- EXERCISE REQUIREMENTS:
Each line from the one containing "const exactIsBelow = row.missing" to the end of the entries below must be restated exactly, and no other line should appear.

- PROVIDED DATA:
// Laws that the elementary functions obey among themselves, at random arguments from a fixed seed.
import { describe, expect, it } from "vitest";
import { cos, sin } from "../../src/ground/elementary/cosSin.ts";
import { exp } from "../../src/ground/elementary/exp.ts";
import { expm1 } from "../../src/ground/elementary/expm1.ts";
import { log } from "../../src/ground/elementary/log.ts";
import { log1p } from "../../src/ground/elementary/log1p.ts";
import { power } from "../../src/ground/elementary/power.ts";
import { tanh } from "../../src/ground/elementary/tanh.ts";
import { between } from "./draws.ts";
import { next, previous } from "./ulps.ts";

/** Half an ulp of 1. */
const UNIT = 2 ** -53;

/** The arguments where the law is off by more than its slack. */
function offenders(xs: number[], off: (x: number) => number, slack: (x: number) => number): number[] {
  // slack is itself computed with rounding: a thousandth more covers that
  return xs.filter((x) => !(Math.abs(off(x)) <= slack(x) * 1.001));
}

describe("never falls between neighbours", () => {
  /** Where the entry of the table changes, for exp of the argument. */
  const seams = Array.from({ length: 2000 }, (_, i) => ((i - 1000 + 0.5) * Math.LN2) / 128);
  /** Where the cell changes, for log of the argument. */
  const edges = Array.from(
    { length: 1280 },
    (_, i) => (1 + (i % 128) / 128) * 2 ** (Math.floor(i / 128) - 5),
  );
  const halves = seams.map((x) => x / 2);
  const lessOne = edges.map((x) => x - 1);

  it.each([
    ["exp", exp, [...between(-745, 709), ...between(-1, 1), ...seams]],
    ["log", log, [...between(0, 4), ...between(0.98, 1.02), ...edges]],
    ["tanh", tanh, [...between(-19.1, 19.1), ...between(-0.1, 0.1), ...halves, 1 / 16, -1 / 16, 2 ** -27]],
    ["expm1", expm1, [...between(-38.5, 38), ...between(-0.03, 0.03), ...seams, 1 / 64, -1 / 64, 2 ** -54]],
    ["log1p", log1p, [...between(-0.99, 3), ...between(-0.02, 0.02), ...lessOne, 2 ** -54]],
    ["power in its base", (x: number) => power(x, 1.7), between(0.01, 9)],
    ["power in its exponent", (x: number) => power(3.3, x), between(-300, 300)],
  ])("%s", (_, of, xs) => {
    expect(xs.filter((x) => !(of(previous(x)) <= of(x) && of(x) <= of(next(x))))).toEqual([]);
  });
});

describe("round trips", () => {
  const wide = between(-700, 700);
  const spread = wide.map(exp);

  it("exp(log x) is x", () => {
    // log is off by an ulp at most, that is by 2^-52 |log x|, which moves exp by as much; exp adds an ulp
    // of its own
    const off = (x: number): number => exp(log(x)) / x - 1;
    expect(offenders(spread, off, (x) => 2 * UNIT * (Math.abs(log(x)) + 1))).toEqual([]);
  });

  it("log(exp x) is x", () => {
    const off = (x: number): number => log(exp(x)) - x;
    expect(offenders(wide, off, (x) => 2 * UNIT * (Math.abs(x) + 1))).toEqual([]);
  });

  it("log1p(expm1 x) is x", () => {
    // an ulp of y = expm1 x is 2^-52 |y| at most, and moves log1p y by that times e^-x
    const off = (x: number): number => log1p(expm1(x)) - x;
    const slack = (x: number): number => 2 * UNIT * (Math.abs(expm1(x)) * exp(-x) + Math.abs(x));
    expect(offenders(between(-5, 20), off, slack)).toEqual([]);
  });

  it("(x^1.5)^(2/3) is x", () => {
    // an ulp of each power; and the double next to 2/3 is 2^-53/3 away from it, which counts ln x^1.5 times
    const off = (x: number): number => power(power(x, 1.5), 2 / 3) / x - 1;
    const slack = (x: number): number => 2 * UNIT * (1 + 2 / 3) + (UNIT / 3) * 1.5 * Math.abs(log(x));
    expect(offenders(between(-300, 300).map(exp), off, slack)).toEqual([]);
  });
});

describe("agreement", () => {
  // 0.52 ulp for each function, half an ulp for each sum or quotient
  const positive = between(1, 30);

  it("expm1 is exp − 1", () => {
    // e^x is at most 1.6 times e^x − 1
    const off = (x: number): number => expm1(x) / (exp(x) - 1) - 1;
    expect(offenders(positive, off, () => 2 * UNIT * (0.52 + 0.52 * 1.6 + 1))).toEqual([]);
  });

  it("log1p is log(1 + x)", () => {
    // half an ulp of 1 + x moves its logarithm, which is at least ln 2, by 2^-53
    const off = (x: number): number => log1p(x) / log(1 + x) - 1;
    expect(offenders(positive, off, () => 2 * UNIT * (0.52 + 0.52 + 0.5 / Math.LN2 + 0.5))).toEqual([]);
  });

  it("tanh x is y/(y + 2), y = expm1(2x)", () => {
    // a change of y counts 2/(y + 2) times
    const off = (x: number): number => tanh(x) / (expm1(2 * x) / (expm1(2 * x) + 2)) - 1;
    const slack = (x: number): number => 2 * UNIT * (0.52 + (0.52 * 2) / (expm1(2 * x) + 2) + 1.5);
    expect(offenders(between(-15, 15), off, slack)).toEqual([]);
  });

  it("cos² + sin² is 1", () => {
    // each is off by 0.8·2^-53 at most: together 1.6 (|cos| + |sin|) ≤ 2.3; the squares and their sum add 1.5
    const off = (x: number): number => cos(x) * cos(x) + sin(x) * sin(x) - 1;
    expect(offenders(between(-1e6, 1e6), off, () => 4 * UNIT)).toEqual([]);
  });

  it("sin 2x is 2 sin x cos x", () => {
    // 0.8·2^-53 for sin 2x; 0.8·2^-53 for each factor, times twice the other, at most 2.3 in all; half an
    // ulp for the product
    const off = (x: number): number => sin(2 * x) - 2 * sin(x) * cos(x);
    expect(offenders(between(-3, 3), off, () => UNIT * (0.8 + 2.3 + 0.5))).toEqual([]);
  });
});

it("tanh and sin are odd and cos is even, to the bit", () => {
  const xs = [...between(0, 20), ...between(0, 0.1)];
  expect(xs.filter((x) => tanh(-x) !== -tanh(x) || sin(-x) !== -sin(x) || cos(-x) !== cos(x))).toEqual([]);
});
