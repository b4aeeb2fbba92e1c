import { max, mul } from "../graph/operations.ts";
import { defineLaw } from "../law/defineLaw.ts";
import { parabola, parabolaPorts } from "./parabola.ts";

/**
 * Share of the surface under plants as a parabola in temperature: a = most·max(0, 1 − ((T − best)/halfWidth)²).
 * No balance of growth and death stands behind it; `steadyCover` has one. A kink at either end.
 * Temperatures in K from 0 to 10⁵, the half-width from 10⁻⁶ K; most between 0 and 1. Errors: as for every
 * law.
 * Source: a simplification used in teaching, no paper.
 */
export const parabolicCover = /* @__PURE__ */ defineLaw({
  name: "parabolicCover",
  about: "Share of the surface under plants as a parabola in temperature.",
  output: { symbol: "a", unit: "1", within: [0, 1], about: "share of the surface" },
  inputs: /* @__PURE__ */ parabolaPorts({
    most: { symbol: "a_m", unit: "1", within: [0, 1], about: "cover at the best temperature" },
  }),
  source: "a simplification used in teaching, no paper",
  write: ({ most, ...around }) => mul(most, max(0, parabola(around))),
});
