// The elementary functions by name, all taking a list of arguments.
import { cos, sin } from "../../src/ground/elementary/cosSin.ts";
import { exp } from "../../src/ground/elementary/exp.ts";
import { expm1 } from "../../src/ground/elementary/expm1.ts";
import { log } from "../../src/ground/elementary/log.ts";
import { log1p } from "../../src/ground/elementary/log1p.ts";
import { power } from "../../src/ground/elementary/power.ts";
import { tanh } from "../../src/ground/elementary/tanh.ts";

export type Evaluate = (x: number[]) => number;

const one =
  (of: (x: number) => number): Evaluate =>
  (x) =>
    of(x[0] as number);

export const every: Record<string, Evaluate> = {
  exp: one(exp),
  log: one(log),
  tanh: one(tanh),
  expm1: one(expm1),
  log1p: one(log1p),
  cos: one(cos),
  sin: one(sin),
  power: (x) => power(x[0] as number, x[1] as number),
};
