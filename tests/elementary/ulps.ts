// Measuring in ulps: the high-precision tables, and the distance of a computed double from a row's exact
// result.
import fs from "node:fs";

const folder = new URL("../reference/elementary/", import.meta.url);

/**
 * arguments, the exact result rounded to a double, and what is missing from that in ulps of the exact
 * result.
 */
export interface Row {
  arguments: number[];
  result: number;
  missing: number;
}

const numbersOf = (line: string): number[] => line.split(",").map(Number);

/** The rows of a table by regime. */
export function readTable(name: string): Map<string, Row[]> {
  const regimes = new Map<string, Row[]>();
  let rows: Row[] = [];
  for (const line of linesOf(name)) {
    if (line.startsWith("# ")) {
      rows = [];
      regimes.set(line.slice(2), rows);
      continue;
    }
    const numbers = numbersOf(line);
    const [result, missing] = numbers.slice(-2) as [number, number];
    rows.push({ arguments: numbers.slice(0, -2), result, missing: missing / 1e5 });
  }
  return regimes;
}

/** The rows of a file of numbers, without its headings. */
export function readNumbers(name: string): number[][] {
  return linesOf(name)
    .filter((line) => !line.startsWith("#"))
    .map(numbersOf);
}

function linesOf(name: string): string[] {
  return fs
    .readFileSync(new URL(`${name}.csv`, folder), "utf8")
    .trim()
    .split("\n");
}

const number = new Float64Array(1);
const bits = new BigInt64Array(number.buffer);

/** Its place among all doubles, in order: neighbours differ by 1, and both zeros are at 0. */
export function placeOf(x: number): bigint {
  number[0] = x;
  const place = bits[0] as bigint;
  return place >= 0n ? place : -(place & 0x7fffffffffffffffn);
}

/** The double at a place. */
export function atPlace(place: bigint): number {
  bits[0] = place >= 0n ? place : -place;
  return place >= 0n ? (number[0] as number) : -(number[0] as number);
}

export const next = (x: number): number => atPlace(placeOf(x) + 1n);
export const previous = (x: number): number => atPlace(placeOf(x) - 1n);

/**
 * |computed − exact| in ulps of the exact result. From the result of the row to the computed value whole
 * steps between neighbouring doubles are counted with integers; the rest is the row's. Next to a power of
 * two, where the steps change, the smaller step counts.
 */
export function errorInUlps(computed: number, row: Row): number {
  const steps = Number(placeOf(computed) - placeOf(row.result));
  const outwards = row.result < 0 ? -1 : 1;
  const exactIsBelow = row.missing * outwards < 0 && isPowerOfTwo(row.result);
  // The exact result lies below a power of two, whose upper neighbours are two of the lower ulps apart.
  const ulps = exactIsBelow && steps * outwards > 0 ? 2 * steps : steps;
  return Math.abs(ulps - row.missing);
}

function isPowerOfTwo(x: number): boolean {
  number[0] = x;
  return ((bits[0] as bigint) & 0xfffffffffffffn) === 0n;
}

- SOLUTION FOR THIS PROBLEM:
  const exactIsBelow = row.missing * outwards < 0 && isPowerOfTwo(row.result);
  // The exact result lies below a power of two, whose upper neighbours are two of the lower ulps apart.
  const ulps = exactIsBelow && steps * outwards > 0 ? 2 * steps : steps;
  return Math.abs(ulps - row.missing);
}

function isPowerOfTwo(x: number): boolean {
  number[0] = x;
  return ((bits[0] as bigint) & 0xfffffffffffffn) === 0n;
}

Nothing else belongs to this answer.